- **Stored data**

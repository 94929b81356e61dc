package export

import (
	"bufio"
	"errors"
	"fmt"
	"html"
	"io"
	"math"
	"strings"

	"github.com/foilwright/foilwright/geometry"
)

// ErrNoScale means an SVG template of a section in chord units, which has
// no true size to draw it at.
var ErrNoScale = errors.New("export: a 1:1 template needs the section in a part unit (mm, in or m)")

// svgUnit returns the SVG length unit a drawing in u is sized in, and the
// factor from u to it: 1:1 means one unit of the drawing is one unit of
// the part.
func svgUnit(u geometry.Unit) (string, float64, bool) {
	switch u {
	case geometry.Millimetre:
		return "mm", 1, true
	case geometry.Inch:
		return "in", 1, true
	case geometry.Metre:
		return "cm", 100, true
	}
	return "", 0, false
}

// scaleBar returns a round length for the scale bar of a drawing width w
// wide: the largest of 1, 2 or 5 times a power of ten that is at most 40 %
// of w.
func scaleBar(w float64) float64 {
	target := 0.4 * w
	p := math.Pow(10, math.Floor(math.Log10(target)))
	for _, f := range []float64{5, 2, 1} {
		if f*p <= target {
			return f * p
		}
	}
	return p
}

// SVG writes p as an SVG drawing at 1:1 (width and height in the section's
// unit) for a cutting or checking template: the outline through the nodes
// (path id "section"), the chord line (id "chord"), crosses at the leading
// edge, trailing edge and quarter chord, a scale bar with its length (id
// "scale-bar"), and a title block. y of the part points up the page. It
// returns an error wrapping ErrNoScale for a section in chord units, and
// the first error of w.
func SVG(w io.Writer, p *Placed) error {
	unit, factor, ok := svgUnit(p.Units)
	if !ok {
		return fmt.Errorf("%w; %q is in %s: give it a chord length", ErrNoScale, p.Name, p.Units)
	}
	mm := 1.0 // one millimetre in the drawing's unit
	switch p.Units {
	case geometry.Inch:
		mm = 1 / 25.4
	case geometry.Metre:
		mm = 1e-3
	}
	lo, hi := p.bounds()
	margin := 10 * mm
	text := 3 * mm
	x0, x1 := lo.X-margin, hi.X+margin
	y0, y1 := -hi.Y-margin, -lo.Y+margin+9*text // room below for the scale bar and title
	width, height := x1-x0, y1-y0
	bw := bufio.NewWriter(w)
	fmt.Fprintf(bw, `<?xml version="1.0" encoding="UTF-8"?>
<svg xmlns="http://www.w3.org/2000/svg" width="%s%s" height="%s%s" viewBox="%s %s %s %s">
`, num(width*factor), unit, num(height*factor), unit, num(x0), num(y0), num(width), num(height))
	name := p.Name
	if name == "" {
		name = "section"
	}
	fmt.Fprintf(bw, "<title>%s, drawn 1:1 by foilwright</title>\n", html.EscapeString(name))
	fmt.Fprintf(bw, `<g fill="none" stroke="black" stroke-width="%s" stroke-linejoin="round">`+"\n", num(0.25*mm))
	// The outline.
	var d strings.Builder
	for i, q := range p.outline() {
		if i == 0 {
			d.WriteString("M ")
		} else {
			d.WriteString(" L ")
		}
		fmt.Fprintf(&d, "%s,%s", num(q.X), num(-q.Y))
	}
	d.WriteString(" Z")
	fmt.Fprintf(bw, `<path id="section" d="%s"/>`+"\n", d.String())
	// The chord line, dashed.
	fmt.Fprintf(bw, `<line id="chord" x1="%s" y1="%s" x2="%s" y2="%s" stroke-width="%s" stroke-dasharray="%s %s"/>`+"\n",
		num(p.LE.X), num(-p.LE.Y), num(p.TE.X), num(-p.TE.Y), num(0.18*mm), num(3*mm), num(1.5*mm))
	// Datum crosses.
	dir := p.TE.Sub(p.LE).Scale(1 / p.TE.Dist(p.LE))
	nrm := geometry.Point{X: -dir.Y, Y: dir.X}
	s := 2.5 * mm
	for _, m := range []struct {
		at    geometry.Point
		label string
	}{{p.LE, "LE"}, {p.TE, "TE"}, {p.QuarterChord, "c/4"}} {
		a, b := m.at.Sub(dir.Scale(s)), m.at.Add(dir.Scale(s))
		c, e := m.at.Sub(nrm.Scale(s)), m.at.Add(nrm.Scale(s))
		fmt.Fprintf(bw, `<path class="datum" d="M %s,%s L %s,%s M %s,%s L %s,%s" stroke="red" stroke-width="%s"/>`+"\n",
			num(a.X), num(-a.Y), num(b.X), num(-b.Y), num(c.X), num(-c.Y), num(e.X), num(-e.Y), num(0.18*mm))
		at := m.at.Add(nrm.Scale(1.4 * s))
		fmt.Fprintf(bw, `<text x="%s" y="%s" font-size="%s" font-family="sans-serif" fill="red" stroke="none" text-anchor="middle">%s</text>`+"\n",
			num(at.X), num(-at.Y), num(text), m.label)
	}
	// The scale bar: a bar of a round length with ticks at each fifth.
	bar := scaleBar(hi.X - lo.X)
	bx, by := lo.X, -lo.Y+margin/2+2*text
	fmt.Fprintf(bw, `<g id="scale-bar" stroke-width="%s">`+"\n", num(0.25*mm))
	fmt.Fprintf(bw, `<line x1="%s" y1="%s" x2="%s" y2="%s"/>`+"\n", num(bx), num(by), num(bx+bar), num(by))
	for k := 0; k <= 5; k++ {
		x := bx + bar*float64(k)/5
		tick := text / 2
		if k == 0 || k == 5 {
			tick = text
		}
		fmt.Fprintf(bw, `<line x1="%s" y1="%s" x2="%s" y2="%s"/>`+"\n", num(x), num(by), num(x), num(by-tick))
	}
	fmt.Fprintf(bw, `<text x="%s" y="%s" font-size="%s" font-family="sans-serif" fill="black" stroke="none">%s %s: print at 100 %% and check this bar</text>`+"\n",
		num(bx), num(by+1.3*text), num(text), num(bar), unitWord(p.Units))
	bw.WriteString("</g>\n")
	// The title block.
	lines := []string{name}
	if p.Frame == FramePart {
		lines = append(lines, fmt.Sprintf("chord %s %s, twist %s° nose-up, leading edge at (%s, %s) %s%s",
			num(round(p.Chord, 6)), unitWord(p.Units), num(round(p.TwistDeg, 4)), num(round(p.LE.X, 6)), num(round(p.LE.Y, 6)), unitWord(p.Units),
			map[bool]string{true: ", mirrored", false: ""}[p.Mirrored]))
	}
	lines = append(lines, "drawn 1:1 by foilwright; dashed: chord line; red: datum marks")
	for i, l := range lines {
		fmt.Fprintf(bw, `<text x="%s" y="%s" font-size="%s" font-family="sans-serif" fill="black" stroke="none">%s</text>`+"\n",
			num(bx), num(by+(2.8+1.3*float64(i))*text), num(text), html.EscapeString(l))
	}
	bw.WriteString("</g>\n</svg>\n")
	return bw.Flush()
}
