// reshapeEdge gives a sharp, blunt or open edge the thickness t (input
// units), blending the change into the surfaces over the length blend
// ahead of the edge. The target corners are M ± (t/2)·b̂, with M the
// trailing-edge midpoint and b̂ the direction of the base from the lower to
// the upper corner (the chord normal at a sharp edge). A point of the upper
// surface at chord station ξ moves by f(r)·(U′ − U), where U is the upper
// corner and U′ its target, r runs from 0 at ξ = 1 − blend/c to 1 at the
// corner and f(r) = r³(10 − 15r + 6r²) keeps the curvature continuous; the
// lower surface likewise. The treated outline is resampled (every piece in
// the blend region split in eight) and interpolated: closed when t is 0,
// else open with its ends at the new corners. The shift returned is the
// largest any point moves, |g − t|/2 for a base of length g.
func reshapeEdge(cv *curve.Curve, e *edges, t, blend float64) (*curve.Curve, float64) {
	u, l := cv.Start(), cv.End()
	dir := e.te.Sub(e.le).Scale(1 / e.chord)
	base := geometry.Point{X: -dir.Y, Y: dir.X}
	if g := u.Sub(l); e.kind != TESharp && g.Norm() > 0 {
		base = g.Scale(1 / g.Norm())
	}
	targetU, targetL := e.te.Add(base.Scale(t/2)), e.te.Sub(base.Scale(t/2))
	xi := func(p geometry.Point) float64 { return p.Sub(e.le).Dot(dir) / e.chord }
	x0 := 1 - blend/e.chord
	shift := func(p geometry.Point, upper bool) geometry.Point {
		corner, target := l, targetL
		if upper {
			corner, target = u, targetU
		}
		end := xi(corner)
		if end <= x0 {
			return p
		}
		r := math.Max(0, math.Min(1, (xi(p)-x0)/(end-x0)))
		f := r * r * r * (10 - 15*r + 6*r*r)
		return p.Add(target.Sub(corner).Scale(f))
	}
	var pts []geometry.Point
	for i := 0; i < cv.Pieces(); i++ {
		h := cv.Span(i)
		p0, p1 := cv.PointAt(i, 0), cv.PointAt(i, h)
		sub := 1
		if xi(p0) > x0-0.01 || xi(p1) > x0-0.01 {
			sub = 8
		}
		for k := 0; k < sub; k++ {
			uu := h * float64(k) / float64(sub)
			q := cv.PointAt(i, uu)
			pts = append(pts, shift(q, cv.PieceStart(i) < e.sLE))
		}
	}
	if t == 0 {
		pts = append(pts, e.te)
		pts[0] = e.te
		return curve.Interpolate(pts, false).WithClosed(true), e.gap / 2
	}
	pts = append(pts, targetL)
	pts[0] = targetU
	return curve.Interpolate(pts, false), math.Abs(e.gap-t) / 2
}

// meet returns the intersection of the lines p − a·tp and q + b·tq
// with a, b > 0, or false.
func meet(p, tp, q, tq geometry.Point, limit float64) (geometry.Point, bool) {
	// −a tp − b tq = q − p.
	r := q.Sub(p)
	det := tp.Cross(tq)
	if math.Abs(det) < 1e-12 {
		return geometry.Point{}, false
	}
	// Solve [−tp −tq][a b]ᵀ = r by Cramer's rule.
	a := -r.Cross(tq) / det
	b := -tp.Cross(r) / det
	if !(a > 0 && b > 0 && a < limit && b < limit) {
		return geometry.Point{}, false
	}
	return p.Sub(tp.Scale(a)), true
}

// extend sharpens a blunt or open edge by extending both surfaces along
// their end tangents to where they meet.
func extend(cv *curve.Curve, e *edges) (*curve.Curve, string, float64, error) {
	u, l := cv.Start(), cv.End()
	pt, ok := meet(u, cv.Tangent(0), l, cv.Tangent(cv.Length()), 0.5*e.chord)
	if !ok {
		return nil, "", 0, fmt.Errorf("geometry: %w: the surfaces do not converge behind the trailing edge, so they cannot be extended to a point (keep it, or reshape it to a thickness)", ErrTrailingEdge)
	}
	var b curve.Builder
	b.AddLine(pt, u)
	b.AddArc(cv, 0, cv.Length())
	b.AddLine(l, pt)
	return b.Curve(true), TESharpened, pt.Dist(e.te), nil
}

// sharpenRounded replaces the rounded end by the extensions of both
// surfaces: the straight lines that continue them just ahead of the
// rounding (AnalyseRounded) are drawn to their intersection, which becomes
// the trailing-edge point; the shift is its distance from the tip.
func sharpenRounded(cv *curve.Curve, e *edges) (*curve.Curve, string, float64, error) {
	if !e.roundOK {
		return nil, "", 0, fmt.Errorf("geometry: %w: the rounded end does not give way to straighter surfaces", ErrTrailingEdge)
	}
	r := e.round
	if !r.sharpValid {
		return nil, "", 0, fmt.Errorf("geometry: %w: the surfaces do not converge behind the rounded end", ErrTrailingEdge)
	}
	var b curve.Builder
	b.AddLine(r.sharp, r.pu)
	b.AddArc(cv, r.su, r.sl)
	b.AddLine(r.pl, r.sharp)
	return b.Curve(true), TESharpened, r.sharp.Dist(e.te), nil
}
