DATA kc<>+0(SB)/8, $0x7FFFFFFFFFFFFFFF
DATA kc<>+8(SB)/8, $0x7FFFFFFFFFFFFFFF
DATA kc<>+16(SB)/8, $0x7FFFFFFFFFFFFFFF
DATA kc<>+24(SB)/8, $0x7FFFFFFFFFFFFFFF
DATA kc<>+32(SB)/8, $0x8000000000000000
DATA kc<>+40(SB)/8, $0x8000000000000000
DATA kc<>+48(SB)/8, $0x8000000000000000
DATA kc<>+56(SB)/8, $0x8000000000000000
DATA kc<>+64(SB)/8, $0x000FFFFFFFFFFFFF
DATA kc<>+72(SB)/8, $0x000FFFFFFFFFFFFF
DATA kc<>+80(SB)/8, $0x000FFFFFFFFFFFFF
DATA kc<>+88(SB)/8, $0x000FFFFFFFFFFFFF
DATA kc<>+96(SB)/8, $0x3FF0000000000000
DATA kc<>+104(SB)/8, $0x3FF0000000000000
DATA kc<>+112(SB)/8, $0x3FF0000000000000
DATA kc<>+120(SB)/8, $0x3FF0000000000000
DATA kc<>+128(SB)/8, $0x4000000000000000
DATA kc<>+136(SB)/8, $0x4000000000000000
DATA kc<>+144(SB)/8, $0x4000000000000000
DATA kc<>+152(SB)/8, $0x4000000000000000
DATA kc<>+160(SB)/8, $0x3FE0000000000000
DATA kc<>+168(SB)/8, $0x3FE0000000000000
DATA kc<>+176(SB)/8, $0x3FE0000000000000
DATA kc<>+184(SB)/8, $0x3FE0000000000000
DATA kc<>+192(SB)/8, $0x4330000000000000
DATA kc<>+200(SB)/8, $0x4330000000000000
DATA kc<>+208(SB)/8, $0x4330000000000000
DATA kc<>+216(SB)/8, $0x4330000000000000
DATA kc<>+224(SB)/8, $0x43300000000003FF
DATA kc<>+232(SB)/8, $0x43300000000003FF
DATA kc<>+240(SB)/8, $0x43300000000003FF
DATA kc<>+248(SB)/8, $0x43300000000003FF
DATA kc<>+256(SB)/8, $0x3FF6A09E667F3BCD
DATA kc<>+264(SB)/8, $0x3FF6A09E667F3BCD
DATA kc<>+272(SB)/8, $0x3FF6A09E667F3BCD
DATA kc<>+280(SB)/8, $0x3FF6A09E667F3BCD
DATA kc<>+288(SB)/8, $0x0010000000000000
DATA kc<>+296(SB)/8, $0x0010000000000000
DATA kc<>+304(SB)/8, $0x0010000000000000
DATA kc<>+312(SB)/8, $0x0010000000000000
DATA kc<>+320(SB)/8, $0x7FEFFFFFFFFFFFFF
DATA kc<>+328(SB)/8, $0x7FEFFFFFFFFFFFFF
DATA kc<>+336(SB)/8, $0x7FEFFFFFFFFFFFFF
DATA kc<>+344(SB)/8, $0x7FEFFFFFFFFFFFFF
DATA kc<>+352(SB)/8, $0x7FF8000000000001
DATA kc<>+360(SB)/8, $0x7FF8000000000001
DATA kc<>+368(SB)/8, $0x7FF8000000000001
DATA kc<>+376(SB)/8, $0x7FF8000000000001
DATA kc<>+384(SB)/8, $0x3FE62E42FEE00000
DATA kc<>+392(SB)/8, $0x3FE62E42FEE00000
DATA kc<>+400(SB)/8, $0x3FE62E42FEE00000
DATA kc<>+408(SB)/8, $0x3FE62E42FEE00000
DATA kc<>+416(SB)/8, $0x3DEA39EF35793C76
DATA kc<>+424(SB)/8, $0x3DEA39EF35793C76
DATA kc<>+432(SB)/8, $0x3DEA39EF35793C76
DATA kc<>+440(SB)/8, $0x3DEA39EF35793C76
DATA kc<>+448(SB)/8, $0x3FE5555555555593
DATA kc<>+456(SB)/8, $0x3FE5555555555593
DATA kc<>+464(SB)/8, $0x3FE5555555555593
DATA kc<>+472(SB)/8, $0x3FE5555555555593
DATA kc<>+480(SB)/8, $0x3FD999999997FA04
DATA kc<>+488(SB)/8, $0x3FD999999997FA04
DATA kc<>+496(SB)/8, $0x3FD999999997FA04
DATA kc<>+504(SB)/8, $0x3FD999999997FA04
DATA kc<>+512(SB)/8, $0x3FD2492494229359
DATA kc<>+520(SB)/8, $0x3FD2492494229359
DATA kc<>+528(SB)/8, $0x3FD2492494229359
DATA kc<>+536(SB)/8, $0x3FD2492494229359
DATA kc<>+544(SB)/8, $0x3FCC71C51D8E78AF
DATA kc<>+552(SB)/8, $0x3FCC71C51D8E78AF
DATA kc<>+560(SB)/8, $0x3FCC71C51D8E78AF
DATA kc<>+568(SB)/8, $0x3FCC71C51D8E78AF
DATA kc<>+576(SB)/8, $0x3FC7466496CB03DE
DATA kc<>+584(SB)/8, $0x3FC7466496CB03DE
DATA kc<>+592(SB)/8, $0x3FC7466496CB03DE
DATA kc<>+600(SB)/8, $0x3FC7466496CB03DE
DATA kc<>+608(SB)/8, $0x3FC39A09D078C69F
DATA kc<>+616(SB)/8, $0x3FC39A09D078C69F
DATA kc<>+624(SB)/8, $0x3FC39A09D078C69F
DATA kc<>+632(SB)/8, $0x3FC39A09D078C69F
DATA kc<>+640(SB)/8, $0x3FC2F112DF3E5244
DATA kc<>+648(SB)/8, $0x3FC2F112DF3E5244
DATA kc<>+656(SB)/8, $0x3FC2F112DF3E5244
DATA kc<>+664(SB)/8, $0x3FC2F112DF3E5244
DATA kc<>+672(SB)/8, $0xBFEC007FA1F72594
DATA kc<>+680(SB)/8, $0xBFEC007FA1F72594
DATA kc<>+688(SB)/8, $0xBFEC007FA1F72594
DATA kc<>+696(SB)/8, $0xBFEC007FA1F72594
DATA kc<>+704(SB)/8, $0xC03028545B6B807A
DATA kc<>+712(SB)/8, $0xC03028545B6B807A
DATA kc<>+720(SB)/8, $0xC03028545B6B807A
DATA kc<>+728(SB)/8, $0xC03028545B6B807A
DATA kc<>+736(SB)/8, $0xC052C08C36880273
DATA kc<>+744(SB)/8, $0xC052C08C36880273
DATA kc<>+752(SB)/8, $0xC052C08C36880273
DATA kc<>+760(SB)/8, $0xC052C08C36880273
DATA kc<>+768(SB)/8, $0xC05EB8BF2D05BA25
DATA kc<>+776(SB)/8, $0xC05EB8BF2D05BA25
DATA kc<>+784(SB)/8, $0xC05EB8BF2D05BA25
DATA kc<>+792(SB)/8, $0xC05EB8BF2D05BA25
DATA kc<>+800(SB)/8, $0xC0503669FD28EC8E
DATA kc<>+808(SB)/8, $0xC0503669FD28EC8E
DATA kc<>+816(SB)/8, $0xC0503669FD28EC8E
DATA kc<>+824(SB)/8, $0xC0503669FD28EC8E
DATA kc<>+832(SB)/8, $0x4038DBC45B14603C
DATA kc<>+840(SB)/8, $0x4038DBC45B14603C
DATA kc<>+848(SB)/8, $0x4038DBC45B14603C
DATA kc<>+856(SB)/8, $0x4038DBC45B14603C
DATA kc<>+864(SB)/8, $0x4064A0DD43B8FA25
DATA kc<>+872(SB)/8, $0x4064A0DD43B8FA25
DATA kc<>+880(SB)/8, $0x4064A0DD43B8FA25
DATA kc<>+888(SB)/8, $0x4064A0DD43B8FA25
DATA kc<>+896(SB)/8, $0x407B0E18D2E2BE3B
DATA kc<>+904(SB)/8, $0x407B0E18D2E2BE3B
DATA kc<>+912(SB)/8, $0x407B0E18D2E2BE3B
DATA kc<>+920(SB)/8, $0x407B0E18D2E2BE3B
DATA kc<>+928(SB)/8, $0x407E563F13B049EA
DATA kc<>+936(SB)/8, $0x407E563F13B049EA
DATA kc<>+944(SB)/8, $0x407E563F13B049EA
DATA kc<>+952(SB)/8, $0x407E563F13B049EA
DATA kc<>+960(SB)/8, $0x4068519EFBBD62EC
DATA kc<>+968(SB)/8, $0x4068519EFBBD62EC
DATA kc<>+976(SB)/8, $0x4068519EFBBD62EC
DATA kc<>+984(SB)/8, $0x4068519EFBBD62EC
DATA kc<>+992(SB)/8, $0x3FE51EB851EB851F
DATA kc<>+1000(SB)/8, $0x3FE51EB851EB851F
DATA kc<>+1008(SB)/8, $0x3FE51EB851EB851F
DATA kc<>+1016(SB)/8, $0x3FE51EB851EB851F
DATA kc<>+1024(SB)/8, $0x3FE921FB54442D18
DATA kc<>+1032(SB)/8, $0x3FE921FB54442D18
DATA kc<>+1040(SB)/8, $0x3FE921FB54442D18
DATA kc<>+1048(SB)/8, $0x3FE921FB54442D18
DATA kc<>+1056(SB)/8, $0x3C81A62633145C07
DATA kc<>+1064(SB)/8, $0x3C81A62633145C07
DATA kc<>+1072(SB)/8, $0x3C81A62633145C07
DATA kc<>+1080(SB)/8, $0x3C81A62633145C07
DATA kc<>+1088(SB)/8, $0x3FF921FB54442D18
DATA kc<>+1096(SB)/8, $0x3FF921FB54442D18
DATA kc<>+1104(SB)/8, $0x3FF921FB54442D18
DATA kc<>+1112(SB)/8, $0x3FF921FB54442D18
DATA kc<>+1120(SB)/8, $0x3C91A62633145C07
DATA kc<>+1128(SB)/8, $0x3C91A62633145C07
DATA kc<>+1136(SB)/8, $0x3C91A62633145C07
DATA kc<>+1144(SB)/8, $0x3C91A62633145C07
DATA kc<>+1152(SB)/8, $0x400921FB54442D18
DATA kc<>+1160(SB)/8, $0x400921FB54442D18
DATA kc<>+1168(SB)/8, $0x400921FB54442D18
DATA kc<>+1176(SB)/8, $0x400921FB54442D18
DATA kc<>+1184(SB)/8, $0x3FC45F306DC9C883
DATA kc<>+1192(SB)/8, $0x3FC45F306DC9C883
DATA kc<>+1200(SB)/8, $0x3FC45F306DC9C883
DATA kc<>+1208(SB)/8, $0x3FC45F306DC9C883
DATA kc<>+1216(SB)/8, $0x4003504F333F9DE6
DATA kc<>+1224(SB)/8, $0x4003504F333F9DE6
DATA kc<>+1232(SB)/8, $0x4003504F333F9DE6
DATA kc<>+1240(SB)/8, $0x4003504F333F9DE6
GLOBL kc<>(SB), RODATA|NOPTR, $1248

- **Exercise details**
What is needed here is how many lines of the entries contain "family"; give that number alone.

- **Solution**
3